◆ DATA SHOWN
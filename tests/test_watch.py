"""From file events to changes, by a table; then with real files and a real observer."""

from __future__ import annotations

import queue
import shutil
import threading
import time
from collections.abc import Callable, Iterator
from pathlib import Path

import pytest

from calcgen.watch import Change, Debouncer, RawEvent, settle, watch

ROOT = Path("/p")


def created(path: str) -> RawEvent:
    return RawEvent("created", ROOT / path)


def modified(path: str) -> RawEvent:
    return RawEvent("modified", ROOT / path)


def deleted(path: str, *, folder: bool = False) -> RawEvent:
    return RawEvent("deleted", ROOT / path, None, folder)


def moved(path: str, destination: str, *, folder: bool = False) -> RawEvent:
    return RawEvent("moved", ROOT / path, ROOT / destination, folder)


W = "calcs/W-12.md"
CHANGED = {(W, "changed")}
REMOVED = {(W, "removed")}

SETTLED: dict[str, tuple[list[RawEvent], set[tuple[str, str]]]] = {
    "nothing": ([], set()),
    "saved in place": ([modified(W), modified(W)], CHANGED),
    "new file": ([created(W), modified(W)], CHANGED),
    "deleted": ([deleted(W)], REMOVED),
    "deleted and written again": ([deleted(W), created(W)], CHANGED),
    "written and deleted": ([modified(W), deleted(W)], REMOVED),
    "came and went": ([created(W), modified(W), deleted(W)], set()),
    "went, came, went": ([deleted(W), created(W), deleted(W)], REMOVED),
    "renamed": ([moved(W, "calcs/W-13.md")], {(W, "removed"), ("calcs/W-13.md", "changed")}),
    "renamed there and back": (
        [moved(W, "calcs/x.md"), moved("calcs/x.md", W)],
        {*CHANGED, ("calcs/x.md", "removed")},
    ),
    "saved by a hidden file renamed over": (
        [created("calcs/.W-12.md.k3"), moved("calcs/.W-12.md.k3", W)],
        CHANGED,
    ),
    "saved by a plain file renamed over": (
        [created(f"{W}.aB3xYz"), modified(f"{W}.aB3xYz"), moved(f"{W}.aB3xYz", W)],
        CHANGED,
    ),
    "saved with the old one kept as a backup": (
        [moved(W, f"{W}~"), created(W), modified(W), deleted(f"{W}~")],
        CHANGED,
    ),
    "saved after a trial of the folder": (
        [created("calcs/4913"), deleted("calcs/4913"), moved(W, f"{W}~"), created(W)],
        CHANGED,
    ),
    "moved in from outside": ([moved("/elsewhere.md", W)], CHANGED),
    "moved out": ([moved(W, "/elsewhere.md")], REMOVED),
    "moved out, destination not told": ([RawEvent("moved", ROOT / W)], REMOVED),
    "folder touched": ([RawEvent("modified", ROOT / "calcs", None, is_directory=True)], set()),
    "folder deleted": ([modified(W), deleted("calcs", folder=True)], {*REMOVED, ("calcs", "removed")}),
    "folder renamed": ([moved("calcs", "old", folder=True)], {("calcs", "removed"), ("old", "changed")}),
    "root deleted": ([deleted("", folder=True)], {(".", "removed")}),
    "project file": ([modified("project.toml")], {("project.toml", "changed")}),
    "the package": (
        [created("package/index.html"), moved(".package.calcgen-staging", "package", folder=True)],
        set(),
    ),
    "a name that begins like the package": ([modified("package.md")], {("package.md", "changed")}),
    "beside the package": (
        [created(".package.calcgen-lock"), created(".package.calcgen-staging/a/x.html")],
        set(),
    ),
    "the trail": ([modified("trail.jsonl"), created("trail.torn-0a1b.jsonl")], set()),
    "a file of the trail's name elsewhere": (
        [modified("calcs/trail.jsonl")],
        {("calcs/trail.jsonl", "changed")},
    ),
    "outside": ([modified("/q/calcs/A.md"), modified("/p2/calcs/A.md")], set()),
    "version control": ([modified(".git/index"), created(".git/index.lock")], set()),
}


@pytest.mark.parametrize(("events", "expected"), SETTLED.values(), ids=SETTLED.keys())
def test_what_a_burst_comes_to(events: list[RawEvent], expected: set[tuple[str, str]]) -> None:
    assert {(change.path, change.kind) for change in settle(events, ROOT)} == expected


@pytest.mark.parametrize(
    "name",
    [
        ".W-12.md.swp", ".W-12.md.swx", "W-12.md~", "#W-12.md#", ".#W-12.md", "4913", "W-12.tmp",
        "W-12.md.bak", ".goutputstream-X1Y2Z3", "W-12.md___jb_tmp___", "~$sections.csv", ".DS_Store",
        "W-12.md.part",
    ],
)  # fmt: skip
def test_editors_droppings_are_no_change(name: str) -> None:
    assert settle([created(f"calcs/{name}"), modified(f"calcs/{name}")], ROOT) == frozenset()


def test_folders_to_ignore_replace_the_usual_one() -> None:
    events = [modified("out/index.html"), modified("package/readme.md")]
    assert settle(events, ROOT, [ROOT / "out"]) == {Change("package/readme.md", "changed")}


# Bursts


def test_a_burst_ends_with_quiet() -> None:
    debouncer = Debouncer(quiet=0.02, ceiling=5)
    debouncer.put(modified("a"))
    debouncer.put(modified("b"))
    begun = time.monotonic()
    assert debouncer.burst(patience=1) == (modified("a"), modified("b"))
    assert time.monotonic() - begun < 1
    assert debouncer.burst(patience=0.01) == ()


def test_a_burst_without_quiet_ends_at_the_ceiling() -> None:
    debouncer = Debouncer(quiet=1, ceiling=0.1)
    stop = threading.Event()

    def write_on() -> None:
        while not stop.wait(0.005):
            debouncer.put(modified("a"))

    writer = threading.Thread(target=write_on)
    writer.start()
    debouncer.burst(patience=1)
    begun = time.monotonic()
    assert debouncer.burst(patience=1)
    assert 0.09 < time.monotonic() - begun < 0.9
    stop.set()
    writer.join()


# With real files


class Watched:
    """A project under watch, and what its rebuilds were told."""

    def __init__(self, root: Path) -> None:
        self.root = root
        self.told: queue.SimpleQueue[frozenset[Change]] = queue.SimpleQueue()
        self.stop = threading.Event()
        self.thread = threading.Thread(
            target=watch, args=(root, [root / "package"], self.told.put, self.stop)
        )

    def next(self, patience: float = 5) -> set[tuple[str, str]]:
        return {(change.path, change.kind) for change in self.told.get(timeout=patience)}

    def is_quiet(self) -> bool:
        time.sleep(0.15)
        return self.told.empty()


@pytest.fixture
def watched(tmp_path: Path) -> Iterator[Watched]:
    root = tmp_path / "project"
    (root / "calcs").mkdir(parents=True)
    (root / W).write_text("# Stringer\n")
    project = Watched(root)
    project.thread.start()
    assert project.next() == {(".", "changed")}
    yield project
    project.stop.set()
    project.thread.join(timeout=5)
    assert not project.thread.is_alive()


def save_in_place(path: Path) -> None:
    path.write_text("# Stringer, bay 3\n")


def save_by_rename(path: Path) -> None:
    new = path.with_name(f"{path.name}.aB3xYz")
    new.write_text("# Stringer, bay 3\n")
    new.replace(path)


def save_with_backup(path: Path) -> None:
    path.rename(f"{path}~")
    path.write_text("# Stringer, bay 3\n")
    Path(f"{path}~").unlink()


@pytest.mark.parametrize("save", [save_in_place, save_by_rename, save_with_backup])
def test_a_save_is_one_rebuild_of_the_file_and_soon(watched: Watched, save: Callable[[Path], None]) -> None:
    begun = time.monotonic()
    save(watched.root / W)
    assert watched.next() == CHANGED
    assert time.monotonic() - begun < 1  # about 0.06 s on a machine at rest
    assert watched.is_quiet()


def test_what_the_build_writes_causes_no_rebuild(watched: Watched) -> None:
    staging = watched.root / ".package.calcgen-staging"
    staging.mkdir()
    (staging / "index.html").write_text("x")
    staging.rename(watched.root / "package")
    (watched.root / "trail.jsonl").write_text("{}\n")
    assert watched.is_quiet()


def test_packages_are_written_without_a_word(watched: Watched, recwarn: pytest.WarningsRecorder) -> None:
    """Their folders are not watched: the observer's threads would warn, or be late, when they come and go."""
    for _ in range(5):
        staging = watched.root / ".package.calcgen-staging"
        (staging / "assets/fonts").mkdir(parents=True)
        shutil.rmtree(watched.root / "package", ignore_errors=True)
        staging.rename(watched.root / "package")
    assert watched.is_quiet()
    assert [str(warning.message) for warning in recwarn] == []


def test_a_folder_that_went_and_came_again_is_watched_too(watched: Watched) -> None:
    shutil.rmtree(watched.root / "calcs")
    assert ("calcs", "removed") in watched.next()
    (watched.root / "calcs").mkdir()
    assert watched.next() == {("calcs", "changed")}
    (watched.root / W).write_text("# Stringer\n")
    assert watched.next() == CHANGED


def test_a_new_folder_is_watched_too(watched: Watched) -> None:
    (watched.root / "methods").mkdir()
    assert watched.next() == {("methods", "changed")}
    (watched.root / "methods/ltb.md").write_text("# Method\n")
    assert watched.next() == {("methods/ltb.md", "changed")}


def test_a_project_deleted_and_made_again_is_watched_again(watched: Watched) -> None:
    shutil.rmtree(watched.root)
    time.sleep(0.3)
    while not watched.told.empty():
        watched.told.get()
    (watched.root / "calcs").mkdir(parents=True)
    (watched.root / W).write_text("# Stringer\n")
    while (".", "changed") not in watched.next():
        pass
    assert watched.is_quiet()
    save_in_place(watched.root / W)
    assert watched.next() == CHANGED


def test_ctrl_c_ends_the_watch_cleanly(tmp_path: Path) -> None:
    def interrupt(_: frozenset[Change]) -> None:
        raise KeyboardInterrupt

    threads = threading.active_count()
    watch(tmp_path, [], interrupt, threading.Event())
    assert threading.active_count() == threads


def test_a_fault_of_the_rebuild_is_not_swallowed(tmp_path: Path) -> None:
    def fail(_: frozenset[Change]) -> None:
        msg = "a fault of the program"
        raise RuntimeError(msg)

    with pytest.raises(RuntimeError, match="of the program"):
        watch(tmp_path, [], fail, threading.Event())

◆ YOUR ASSIGNMENT
Copy the entries above exactly, but only from the line holding "writer.start()" through the line holding "root = tmp_path", both included.

◆ COMPLETED TASK
    writer.start()
    debouncer.burst(patience=1)
    begun = time.monotonic()
    assert debouncer.burst(patience=1)
    assert 0.09 < time.monotonic() - begun < 0.9
    stop.set()
    writer.join()


# With real files


class Watched:
    """A project under watch, and what its rebuilds were told."""

    def __init__(self, root: Path) -> None:
        self.root = root
        self.told: queue.SimpleQueue[frozenset[Change]] = queue.SimpleQueue()
        self.stop = threading.Event()
        self.thread = threading.Thread(
            target=watch, args=(root, [root / "package"], self.told.put, self.stop)
        )

    def next(self, patience: float = 5) -> set[tuple[str, str]]:
        return {(change.path, change.kind) for change in self.told.get(timeout=patience)}

    def is_quiet(self) -> bool:
        time.sleep(0.15)
        return self.told.empty()


@pytest.fixture
def watched(tmp_path: Path) -> Iterator[Watched]:
    root = tmp_path / "project"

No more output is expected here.